Stored data:
--

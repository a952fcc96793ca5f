package series

import (
	"math"
	"testing"
)

// Each case is a small file written for the rule it checks; the
// expected values follow from the rule by hand.
func TestReadCSVGood(t *testing.T) {
	tests := []struct {
		name, in    string
		freq        Freq
		names       []string
		first, last string
		lines       []int
		col         string
		vals        []float64 // NaN = missing
	}{
		{"annual comma", "date,x\n1990,1\n1991,2\n", Annual, []string{"x"}, "1990", "1991", []int{2, 3}, "x", []float64{1, 2}},
		{"quarterly Q", "date,x\n1990Q4,1\n1991Q1,2\n", Quarterly, []string{"x"}, "1990Q4", "1991Q1", nil, "x", []float64{1, 2}},
		{"quarterly -Q", "period,x\n1990-Q4,1\n1991-q1,2\n", Quarterly, []string{"x"}, "1990Q4", "1991Q1", nil, "x", []float64{1, 2}},
		{"quarterly lower", "date,x\n1990q1,1\n1990q2,2\n", Quarterly, []string{"x"}, "1990Q1", "1990Q2", nil, "x", []float64{1, 2}},
		{"monthly dash", "date,x\n1990-12,1\n1991-01,2\n", Monthly, []string{"x"}, "1990-12", "1991-01", nil, "x", []float64{1, 2}},
		{"monthly M", "date,x\n1990M11,1\n1990m12,2\n1991M1,3\n", Monthly, []string{"x"}, "1990-11", "1991-01", nil, "x", []float64{1, 2, 3}},
		{"daily skips days", "date,x\n2020-02-28,1\n2020-03-02,2\n", Daily, []string{"x"}, "2020-02-28", "2020-03-02", nil, "x", []float64{1, 2}},
		{"semicolon", "date;x;y\n1990;1;2\n1991;3;4\n", Annual, []string{"x", "y"}, "1990", "1991", nil, "y", []float64{2, 4}},
		{"tab", "date\tx\ty\n1990\t1\t2\n1991\t3\t4\n", Annual, []string{"x", "y"}, "1990", "1991", nil, "x", []float64{1, 3}},
		{"BOM and CRLF", "\xEF\xBB\xBFdate,x\r\n1990,1\r\n1991,2\r\n", Annual, []string{"x"}, "1990", "1991", nil, "x", []float64{1, 2}},
		{"missing marks", "date,x\n1990,\n1991,NA\n1992,na\n1993,.\n1994,NaN\n1995,nan\n1996, 7 \n", Annual, []string{"x"}, "1990", "1996", nil, "x", []float64{nan, nan, nan, nan, nan, nan, 7}},
		{"numbers", "date,x\n1990,-1.5e3\n1991,+.25\n1992,3.\n1993,1E-2\n", Annual, []string{"x"}, "1990", "1993", nil, "x", []float64{-1500, 0.25, 3, 0.01}},
		{"date column not first", "x,Date,y\n1,1990Q1,2\n3,1990Q2,4\n", Quarterly, []string{"x", "y"}, "1990Q1", "1990Q2", nil, "y", []float64{2, 4}},
		{"TIME any case", "x,TIME\n1,1990\n3,1991\n", Annual, []string{"x"}, "1990", "1991", nil, "x", []float64{1, 3}},
		{"unnamed first column", ",x\n1990,1\n1991,2\n", Annual, []string{"x"}, "1990", "1991", nil, "x", []float64{1, 2}},
		{"first column quarterly by value", "when,x\n1990Q1,1\n1990Q2,2\n", Quarterly, []string{"x"}, "1990Q1", "1990Q2", nil, "x", []float64{1, 2}},
		{"undated", "x,y\n1990,5\n1,6\n3,7\n", Undated, []string{"x", "y"}, "1", "3", []int{2, 3, 4}, "x", []float64{1990, 1, 3}},
		{"blank lines skipped", "date,x\n\n1990,1\n\n1991,2\n\n", Annual, []string{"x"}, "1990", "1991", []int{3, 5}, "x", []float64{1, 2}},
		{"quoted fields", "\"date\",\"a,b\"\n\"1990\",\"1\"\n", Annual, []string{"a,b"}, "1990", "1990", nil, "a,b", []float64{1}},
		{"no final newline", "date,x\n1990,1", Annual, []string{"x"}, "1990", "1990", nil, "x", []float64{1}},
		{"comma wins tie", "date,x;y\n1990,1\n", Annual, []string{"x;y"}, "1990", "1990", nil, "x;y", []float64{1}},
	}
	for _, tc := range tests {
		f, err := readString(t, tc.in)
		if err != nil {
			t.Errorf("%s: %v", tc.name, err)
			continue
		}
		if f.Freq != tc.freq || !equalStrings(f.Names, tc.names) {
			t.Errorf("%s: freq %v names %q", tc.name, f.Freq, f.Names)
		}
		if f.Dates[0].String() != tc.first || f.Dates[f.Len()-1].String() != tc.last {
			t.Errorf("%s: dates %v…%v", tc.name, f.Dates[0], f.Dates[f.Len()-1])
		}
		if tc.lines != nil && !equalInts(f.Lines, tc.lines) {
			t.Errorf("%s: lines %v, want %v", tc.name, f.Lines, tc.lines)
		}
		v, ok := f.Column(tc.col)
		if !ok || !equalFloats(v, tc.vals) {
			t.Errorf("%s: %s = %v, want %v", tc.name, tc.col, v, tc.vals)
		}
	}
}

func TestReadCSVBad(t *testing.T) {
	tests := []struct{ name, in, want string }{
		{"empty", "", "t.csv: empty file: expected a header row naming the columns"},
		{"only BOM", "\xEF\xBB\xBF", "t.csv: empty file: expected a header row naming the columns"},
		{"header only", "date,x\n", "t.csv: no data rows below the header"},
		{"header not UTF-8", "date,gr\xf6sse\n1990,1\n", "t.csv:1: header: column 2: name is not valid UTF-8 text (save the file as UTF-8)"},
		{"unnamed column", "date,,y\n1990,1,2\n", "t.csv:1: header: column 2 has no name"},
		{"duplicate name", "date,x,y,x\n1990,1,2,3\n", `t.csv:1: header: name "x" is used by columns 2 and 4`},
		{"too few fields", "date,x,y\n1990,1,2\n1991,1\n", "t.csv:3: row has 2 fields but the header (line 1) has 3"},
		{"too many fields", "date,x\n1990,1,2\n", "t.csv:2: row has 3 fields but the header (line 1) has 2"},
		{"text value", "date,x,y\n1990,1,2\n1991,1,abc\n", `t.csv:3: column y: not a number: "abc"`},
		{"thousands separator", "date;x\n1990;1,000\n", `t.csv:2: column x: not a number: "1,000"`},
		{"hex", "date,x\n1990,0x10\n", `t.csv:2: column x: not a number: "0x10"`},
		{"underscore digits", "date,x\n1990,1_000\n", `t.csv:2: column x: not a number: "1_000"`},
		{"Inf", "date,x\n1990,Inf\n", `t.csv:2: column x: infinite value "Inf" (write an empty cell or NA for a missing value)`},
		{"-infinity", "date,x\n1990,-Infinity\n", `t.csv:2: column x: infinite value "-Infinity" (write an empty cell or NA for a missing value)`},
		{"overflow", "date,x\n1990,1\n1991,1e999\n", "t.csv:3: column x: value 1e999 is too large for a 64-bit float"},
		{"bad date", "date,x\n1990,1\n199x,2\n", `t.csv:3: column date: invalid date "199x": expected a form such as 1990, 1990Q1, 1990-Q1, 1990-01, 1990M01 or 1990-01-31`},
		{"missing date", "date,x\n1990,1\n,2\n", "t.csv:3: column date: date is missing"},
		{"impossible day", "date,x\n2021-02-29,1\n", `t.csv:2: column date: invalid date "2021-02-29": expected a form such as 1990, 1990Q1, 1990-Q1, 1990-01, 1990M01 or 1990-01-31`},
		{"quarter 5", "date,x\n1990Q5,1\n", `t.csv:2: column date: invalid date "1990Q5": expected a form such as 1990, 1990Q1, 1990-Q1, 1990-01, 1990M01 or 1990-01-31`},
		{"mixed frequency", "date,x\n1990Q1,1\n1990Q2,2\n1990-07,3\n", "t.csv:4: column date: date 1990-07 is monthly but the dates above are quarterly (first on line 2)"},
		{"skipped quarter", "date,x\n1990Q1,1\n1990Q3,2\n", "t.csv:3: column date: date 1990Q3 follows 1990Q1 (line 2): 1990Q2 is missing"},
		{"skipped months", "date,x\n1990-01,1\n1990-05,2\n", "t.csv:3: column date: date 1990-05 follows 1990-01 (line 2): 1990-02 to 1990-04 (3 periods) is missing"},
		{"skipped year", "date,x\n1990,1\n1992,2\n", "t.csv:3: column date: date 1992 follows 1990 (line 2): 1991 is missing"},
		{"duplicate adjacent", "date,x\n1990Q1,1\n1990Q2,2\n1990Q2,3\n", "t.csv:4: column date: date 1990Q2 appears twice, on lines 3 and 4"},
		{"duplicate earlier", "date,x\n1990,1\n1991,2\n1990,3\n", "t.csv:4: column date: date 1990 appears twice, on lines 2 and 4"},
		{"decreasing daily", "date,x\n2020-01-02,1\n2020-01-05,2\n2020-01-03,3\n", "t.csv:4: column date: date 2020-01-03 comes after 2020-01-05 (line 3): dates must increase"},
		{"duplicate daily", "date,x\n2020-01-02,1\n2020-01-02,2\n", "t.csv:3: column date: date 2020-01-02 appears twice, on lines 2 and 3"},
		{"unclosed quote", "date,x\n1990,1\n1991,\"2\n", "t.csv:3: malformed row: extraneous or missing \" in quoted-field"},
		{"bare quote", "date,x\n1990,1\n1991,2\"\n", "t.csv:3: malformed row: bare \" in non-quoted-field"},
		{"unnamed date column", ",x\n1990,1\nabc,2\n", `t.csv:3: column 1 (dates): invalid date "abc": expected a form such as 1990, 1990Q1, 1990-Q1, 1990-01, 1990M01 or 1990-01-31`},
	}
	for _, tc := range tests {
		_, err := readString(t, tc.in)
		if err == nil {
			t.Errorf("%s: no error, want %s", tc.name, tc.want)
			continue
		}
		if _, ok := err.(*DataError); !ok {
			t.Errorf("%s: error is %T, want *DataError", tc.name, err)
		}
		if err.Error() != tc.want {
			t.Errorf("%s:\n got %s\nwant %s", tc.name, err, tc.want)
		}
	}
}

func TestDataErrorFormat(t *testing.T) {
	tests := []struct {
		e    DataError
		want string
	}{
		{DataError{"a.csv", 7, "x", "bad"}, "a.csv:7: column x: bad"},
		{DataError{"a.csv", 7, "", "bad"}, "a.csv:7: bad"},
		{DataError{"a.csv", 0, "x", "bad"}, "a.csv: column x: bad"},
		{DataError{"", 7, "x", "bad"}, "line 7: column x: bad"},
		{DataError{"", 0, "", "bad"}, "bad"},
	}
	for _, tc := range tests {
		if got := tc.e.Error(); got != tc.want {
			t.Errorf("got %q, want %q", got, tc.want)
		}
	}
}

func TestFrameLookup(t *testing.T) {
	f, err := readString(t, "date,GDP,cons_real,infl\n1990,1,2,3\n1991,4,5,6\n")
	if err != nil {
		t.Fatal(err)
	}
	if !f.Has("GDP") || f.Has("gdp") || f.Len() != 2 {
		t.Error("Has/Len")
	}
	if _, ok := f.Column("nope"); ok {
		t.Error("Column of unknown name")
	}
	v, _ := f.Column("infl")
	v[0] = 99
	if w, _ := f.Column("infl"); w[0] != 3 {
		t.Error("Column must return a copy")
	}
	for _, tc := range []struct{ in, want string }{
		{"gdp", "GDP"}, {"gpd", "GDP"}, {"cons_rael", "cons_real"}, {"consreal", "cons_real"},
		{"inlf", "infl"}, {"population", ""}, {"zz", ""},
	} {
		if got := f.Closest(tc.in); got != tc.want {
			t.Errorf("Closest(%q) = %q, want %q", tc.in, got, tc.want)
		}
	}
	if f.LineOf(f.Dates[1]) != 3 || f.LineOf(Date{Freq: Annual, Year: 2000, Sub: 1}) != 0 {
		t.Error("LineOf")
	}
}

var nan = math.NaN()

func equalFloats(a, b []float64) bool {
	if len(a) != len(b) {
		return false
	}
	for i := range a {
		if math.IsNaN(a[i]) != math.IsNaN(b[i]) || (!math.IsNaN(a[i]) && a[i] != b[i]) {
			return false
		}
	}
	return true
}

func equalStrings(a, b []string) bool {
	if len(a) != len(b) {
		return false
	}
	for i := range a {
		if a[i] != b[i] {
			return false
		}
	}
	return true
}

func equalInts(a, b []int) bool {
	if len(a) != len(b) {
		return false
	}
	for i := range a {
		if a[i] != b[i] {
			return false
		}
	}
	return true
}
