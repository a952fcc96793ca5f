package series

import (
	"math"
	"testing"
)

// evalFrame: x = 1, 2, 4, 8, 16 (quarterly 2000Q1–2001Q1), y with a
// missing value in 2000Q3, z with a zero and a negative value.
const evalCSV = "date,x,y,z\n" +
	"2000Q1,1,10,1\n" +
	"2000Q2,2,20,0\n" +
	"2000Q3,4,NA,-1\n" +
	"2000Q4,8,40,4\n" +
	"2001Q1,16,50,9\n"

func TestEval(t *testing.T) {
	f, err := ReadCSV(stringsReader(evalCSV), "e.csv")
	if err != nil {
		t.Fatal(err)
	}
	ln2 := math.Ln2
	tests := []struct {
		expr string
		want []float64
	}{
		{"x", []float64{1, 2, 4, 8, 16}},
		{"x + y", []float64{11, 22, nan, 48, 66}},
		{"y - x*2", []float64{8, 16, nan, 24, 18}},
		{"x / 2 ^ 2", []float64{0.25, 0.5, 1, 2, 4}},
		{"-x^2", []float64{-1, -4, -16, -64, -256}},
		{"2^-x", []float64{0.5, 0.25, 0.0625, 1.0 / 256, 1.0 / 65536}},
		{"log(x)", []float64{0, ln2, 2 * ln2, 3 * ln2, 4 * ln2}},
		{"exp(log(x))", []float64{1, 2, 4, 8, 16}},
		{"abs(z)", []float64{1, 0, 1, 4, 9}},
		{"sqrt(abs(z))", []float64{1, 0, 1, 2, 3}},
		{"lag(x, 1)", []float64{nan, 1, 2, 4, 8}},
		{"lag(x, 2)", []float64{nan, nan, 1, 2, 4}},
		{"lag(x, -1)", []float64{2, 4, 8, 16, nan}},
		{"lag(x, 0)", []float64{1, 2, 4, 8, 16}},
		{"lag(x, 9)", []float64{nan, nan, nan, nan, nan}},
		{"diff(x)", []float64{nan, 1, 2, 4, 8}},
		{"diff(x, 2)", []float64{nan, nan, 3, 6, 12}},
		{"sdiff(x, 4)", []float64{nan, nan, nan, nan, 15}},
		{"dlog(x)", []float64{nan, ln2, ln2, ln2, ln2}},
		{"diff(y)", []float64{nan, 10, nan, nan, 10}},
		{"log(y)", []float64{math.Log(10), math.Log(20), nan, math.Log(40), math.Log(50)}},
		{"3", []float64{3, 3, 3, 3, 3}},
	}
	for _, tc := range tests {
		e, err := ParseExpr(tc.expr)
		if err != nil {
			t.Fatal(err)
		}
		s, err := Eval(e, f)
		if err != nil {
			t.Errorf("%s: %v", tc.expr, err)
			continue
		}
		if s.Name != e.String() || len(s.Dates) != 5 || s.Dates[0].String() != "2000Q1" {
			t.Errorf("%s: name %q dates %v", tc.expr, s.Name, s.Dates)
		}
		if !closeFloats(s.Values, tc.want, 1e-14) {
			t.Errorf("%s = %v, want %v", tc.expr, s.Values, tc.want)
		}
	}
	// evaluation must not change the frame
	if v, _ := f.Column("x"); v[0] != 1 {
		t.Error("frame modified")
	}
}

func TestEvalErrors(t *testing.T) {
	f, err := ReadCSV(stringsReader(evalCSV), "e.csv")
	if err != nil {
		t.Fatal(err)
	}
	tests := []struct{ expr, want string }{
		{"log(z)", "e.csv:3: column z: log(z) is undefined on 2000Q2: the value 0 is not positive"},
		{"dlog(z)", "e.csv:3: column z: dlog(z) is undefined on 2000Q2: the value 0 is not positive"},
		{"log(x - 3)", "e.csv:2: log(x - 3) is undefined on 2000Q1: the value -2 is not positive"},
		{"sqrt(z)", "e.csv:4: column z: sqrt(z) is undefined on 2000Q3: the value -1 is negative"},
		{"x / z", "e.csv:3: x / z is undefined on 2000Q2: division by zero"},
		{"z^0.5", "e.csv:4: z^0.5 is undefined on 2000Q3: -1^0.5 has no real value"},
		{"exp(x * 100)", "e.csv:5: exp(x * 100) is undefined on 2000Q4: exp(800) overflows"},
		{"x * 1e308 * 10", "e.csv:3: x * 1e+308 is undefined on 2000Q2: the result overflows"},
		{"log(gpd)", `e.csv: unknown column "gpd"; the columns are x, y, z`},
		{"log(X)", `e.csv: unknown column "X" (did you mean "x"?)`},
		{"log(output)", `e.csv: unknown column "output"; the columns are x, y, z`},
	}
	for _, tc := range tests {
		e, err := ParseExpr(tc.expr)
		if err != nil {
			t.Fatal(err)
		}
		_, err = Eval(e, f)
		if err == nil || err.Error() != tc.want {
			t.Errorf("%s:\n got %v\nwant %s", tc.expr, err, tc.want)
		}
		if _, ok := err.(*DataError); !ok {
			t.Errorf("%s: error type %T", tc.expr, err)
		}
	}
}

func closeFloats(a, b []float64, tol float64) bool {
	if len(a) != len(b) {
		return false
	}
	for i := range a {
		if math.IsNaN(a[i]) || math.IsNaN(b[i]) {
			if math.IsNaN(a[i]) != math.IsNaN(b[i]) {
				return false
			}
			continue
		}
		if math.Abs(a[i]-b[i]) > tol*math.Max(1, math.Abs(b[i])) {
			return false
		}
	}
	return true
}
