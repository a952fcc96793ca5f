package series

import (
	"bytes"
	"fmt"
	"math"
	"reflect"
	"strings"
	"testing"
)

// sameFrame reports whether two frames hold the same data (NaN equal to
// NaN; capacities ignored).
func sameFrame(a, b *Frame) bool {
	if a.Source != b.Source || a.Freq != b.Freq || a.FreqBasis != b.FreqBasis || a.Sheet != b.Sheet ||
		!reflect.DeepEqual(a.Names, b.Names) || len(a.Dates) != len(b.Dates) || len(a.cols) != len(b.cols) {
		return false
	}
	for i := range a.Dates {
		if a.Dates[i] != b.Dates[i] || a.Lines[i] != b.Lines[i] {
			return false
		}
	}
	for j := range a.cols {
		for i, v := range a.cols[j] {
			w := b.cols[j][i]
			if math.Float64bits(v) != math.Float64bits(w) && !(math.IsNaN(v) && math.IsNaN(w)) {
				return false
			}
		}
	}
	return true
}

// FuzzReadCSVBytesSame: the in-memory reader gives what the streaming
// reader gives — the same frame, or the same error — on any input.
func FuzzReadCSVBytesSame(f *testing.F) {
	for _, s := range []string{
		"date,x\n1990,1\n1991,2\n",
		"date;x;y\r\n1990Q1;1;NA\r\n1990Q2;.;2\r\n",
		"\xEF\xBB\xBFx\ty\n1\t2\n",
		"date,x\n2020-01-31,1\n2020-02-03,nan\n",
		",a\n1990M1,1\n1990M2,\"2\"\n",
		"date,x\n1990Q1,1\n1990Q3,2\n",
		"\n\ndate,x\n\n1990,1\n\n1991,2",
		"date,x\n1990,1\r\n1991,2\r",
		"date,x\n1990,1\r1991,2\n",
		"x,y\n1,2,3\n",
		"x\n",
		"",
		"\n\n",
		"date,x\n1990,1e400\n",
		"date, x \n 1990 , 1 \n1991,x\n",
		"x,x\n1,2\n",
		"a,b\n1990-02-30,1\n",
	} {
		f.Add([]byte(s))
	}
	f.Fuzz(func(t *testing.T, data []byte) {
		want, werr := ReadCSV(bytes.NewReader(data), "f.csv")
		got, gerr := ReadCSVBytes(data, "f.csv")
		if (werr == nil) != (gerr == nil) {
			t.Fatalf("streaming: %v; in memory: %v", werr, gerr)
		}
		if werr != nil {
			if werr.Error() != gerr.Error() {
				t.Fatalf("errors differ:\nstreaming: %v\nin memory: %v", werr, gerr)
			}
			return
		}
		if !sameFrame(want, got) {
			t.Fatalf("frames differ:\nstreaming: %+v\nin memory: %+v", want, got)
		}
	})
}

func TestReadCSVBytesPlainPath(t *testing.T) {
	for _, tc := range []struct {
		in    string
		plain bool
	}{
		{"x\n1\n", true},
		{"x\r\n1\r\n", true},
		{"x\n\"1\"\n", false},
		{"x\n1\r2\n", false},
		{"x\n1\r", false},
	} {
		if got := plainCSV([]byte(tc.in)); got != tc.plain {
			t.Errorf("plainCSV(%q) = %v, want %v", tc.in, got, tc.plain)
		}
	}
}

// TestReadCSVBytesParallelSame: a file long enough to be parsed on every
// core gives the frame and the errors of the streaming reader, with bad
// values and dates early, late, at block boundaries and together (the
// earlier one must win, as in a reading in order).
func TestReadCSVBytesParallelSame(t *testing.T) {
	const n = 2*parallelCells/3 + 3 // three columns
	row := func(i int) []string {
		y, m := 1000+i/12, i%12+1
		return []string{fmt.Sprintf("%d-%02d", y, m), fmt.Sprintf("%d.5", i), fmt.Sprintf("%de-3", 2*i)}
	}
	build := func(edit func(i int, r []string) []string) []byte {
		var b bytes.Buffer
		b.WriteString("date;x;y\n")
		for i := 0; i < n; i++ {
			r := row(i)
			if edit != nil {
				r = edit(i, r)
			}
			b.WriteString(strings.Join(r, ";") + "\n")
			if i == 100 {
				b.WriteString("\n") // an empty line moves the line numbers
			}
		}
		return b.Bytes()
	}
	cases := map[string][]byte{"clean": build(nil)}
	for _, at := range []int{0, n/2 - 1, n / 2, n - 1} { // two blocks on two cores
		at := at
		cases[fmt.Sprintf("bad value at %d", at)] = build(func(i int, r []string) []string {
			if i == at {
				r[2] = "1,5"
			}
			return r
		})
		cases[fmt.Sprintf("bad date at %d", at)] = build(func(i int, r []string) []string {
			if i == at {
				r[0] = "1990-13"
			}
			return r
		})
		cases[fmt.Sprintf("short row at %d, bad value later", at)] = build(func(i int, r []string) []string {
			if i == at {
				r = r[:2]
			}
			if i == min(at+7, n-1) {
				r[1] = "x"
			}
			return r
		})
		cases[fmt.Sprintf("bad value at %d, bad date later", at)] = build(func(i int, r []string) []string {
			if i == at {
				r[1] = "inf"
			}
			if i == min(at+5000, n-1) {
				r[0] = "2990-01"
			}
			return r
		})
	}
	for name, data := range cases {
		want, werr := ReadCSV(bytes.NewReader(data), "p.csv")
		got, gerr := ReadCSVBytes(data, "p.csv")
		if (werr == nil) != (gerr == nil) || werr != nil && werr.Error() != gerr.Error() {
			t.Errorf("%s: streaming: %v; in memory: %v", name, werr, gerr)
			continue
		}
		if werr == nil && !sameFrame(want, got) {
			t.Errorf("%s: frames differ", name)
		}
		if name == "clean" && (werr != nil || got.Len() != n || got.Freq != Monthly) {
			t.Errorf("clean file: %v, %d rows", werr, got.Len())
		}
	}
}

// TestReadCSVBytesKeepsNoView: the fast reader parses a view of the
// caller's bytes, not a copy; nothing it returns may keep that view —
// the frame and an error must read the same after the bytes are
// overwritten.
func TestReadCSVBytesKeepsNoView(t *testing.T) {
	var b strings.Builder
	b.WriteString("period,alpha price,beta\n")
	for i := 0; i < 40000; i++ { // enough rows for the parallel path
		fmt.Fprintf(&b, "%d-%02d,%d.25,%d\n", 1900+i/12, i%12+1, i, -i)
	}
	raw := []byte(b.String())
	f, err := ReadCSVBytes(raw, "x.csv")
	if err != nil {
		t.Fatal(err)
	}
	bad := []byte(strings.Replace(b.String(), "1901-03,", "1901-3x,", 1))
	_, derr := ReadCSVBytes(bad, "x.csv")
	if derr == nil {
		t.Fatal("no error for a bad date")
	}
	msg := derr.Error()
	col := derr.(*DataError).Column
	for i := range raw {
		raw[i] = 'z'
	}
	for i := range bad {
		bad[i] = 'z'
	}
	if len(f.Names) != 2 || f.Names[0] != "alpha price" || f.Names[1] != "beta" {
		t.Errorf("names now %q", f.Names)
	}
	if v, _ := f.Column("alpha price"); len(v) != 40000 || v[7] != 7.25 {
		t.Errorf("values changed")
	}
	if derr.Error() != msg || derr.(*DataError).Column != col || col != "period" {
		t.Errorf("error now %q (column %q), was %q", derr.Error(), derr.(*DataError).Column, msg)
	}
}
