package series

import (
	"bytes"
	"fmt"
	"testing"
	"time"

	"github.com/galley-econ/galley/internal/longtest"
)

// genCSV writes a daily file of n rows from 1700-01-01 (n = 1e6 reaches
// the 4430s) with three columns: the row number, its half, and a
// missing value every 1000th row.
func genCSV(n int) []byte {
	var b bytes.Buffer
	b.Grow(n * 40)
	b.WriteString("date,i,h,m\n")
	d := time.Date(1700, 1, 1, 0, 0, 0, 0, time.UTC)
	for i := 0; i < n; i++ {
		m := "NA"
		if i%1000 != 0 {
			m = "1.25"
		}
		fmt.Fprintf(&b, "%s,%d,%g,%s\n", d.Format("2006-01-02"), i, float64(i)/2, m)
		d = d.AddDate(0, 0, 1)
	}
	return b.Bytes()
}

func TestReadCSVMillionRows(t *testing.T) {
	longtest.Skip(t, "a million-row file")
	const n = 1_000_000
	data := genCSV(n)
	f, err := ReadCSV(bytes.NewReader(data), "big.csv")
	if err != nil {
		t.Fatal(err)
	}
	if f.Len() != n || f.Freq != Daily || f.Lines[n-1] != n+1 {
		t.Fatalf("got %d rows, %v, last line %d", f.Len(), f.Freq, f.Lines[n-1])
	}
	i, _ := f.Column("i")
	h, _ := f.Column("h")
	if i[n-1] != n-1 || h[n-1] != float64(n-1)/2 {
		t.Errorf("last row %v %v", i[n-1], h[n-1])
	}
	if want := time.Date(1700, 1, 1, 0, 0, 0, 0, time.UTC).AddDate(0, 0, n-1); !f.Dates[n-1].Day().Equal(want) {
		t.Errorf("last date %v, want %v", f.Dates[n-1], want)
	}
	// Allocations: the columns grow by doubling (a few dozen
	// allocations each) and encoding/csv makes one string per record;
	// nothing else may allocate per row.
	allocs := testing.AllocsPerRun(1, func() {
		if _, err := ReadCSV(bytes.NewReader(data), "big.csv"); err != nil {
			t.Fatal(err)
		}
	})
	if allocs > n+1000 {
		t.Errorf("%v allocations for %d rows: more than one per row", allocs, n)
	}
}

func BenchmarkReadCSV(b *testing.B) {
	data := genCSV(100_000)
	b.SetBytes(int64(len(data)))
	b.ReportAllocs()
	for b.Loop() {
		if _, err := ReadCSV(bytes.NewReader(data), "bench.csv"); err != nil {
			b.Fatal(err)
		}
	}
}

func BenchmarkEval(b *testing.B) {
	f, err := ReadCSV(bytes.NewReader(genCSV(100_000)), "bench.csv")
	if err != nil {
		b.Fatal(err)
	}
	e, _ := ParseExpr("100 * dlog(h + 1) - lag(i, 4) / 2")
	b.ReportAllocs()
	for b.Loop() {
		if _, err := Eval(e, f); err != nil {
			b.Fatal(err)
		}
	}
}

--

WORK TASK: Reading through the records above, report each line in which the string "genCSV" is found.

SOLUTION TO THE PROBLEM:
// genCSV writes a daily file of n rows from 1700-01-01 (n = 1e6 reaches
func genCSV(n int) []byte {
	data := genCSV(n)
	data := genCSV(100_000)
	f, err := ReadCSV(bytes.NewReader(genCSV(100_000)), "bench.csv")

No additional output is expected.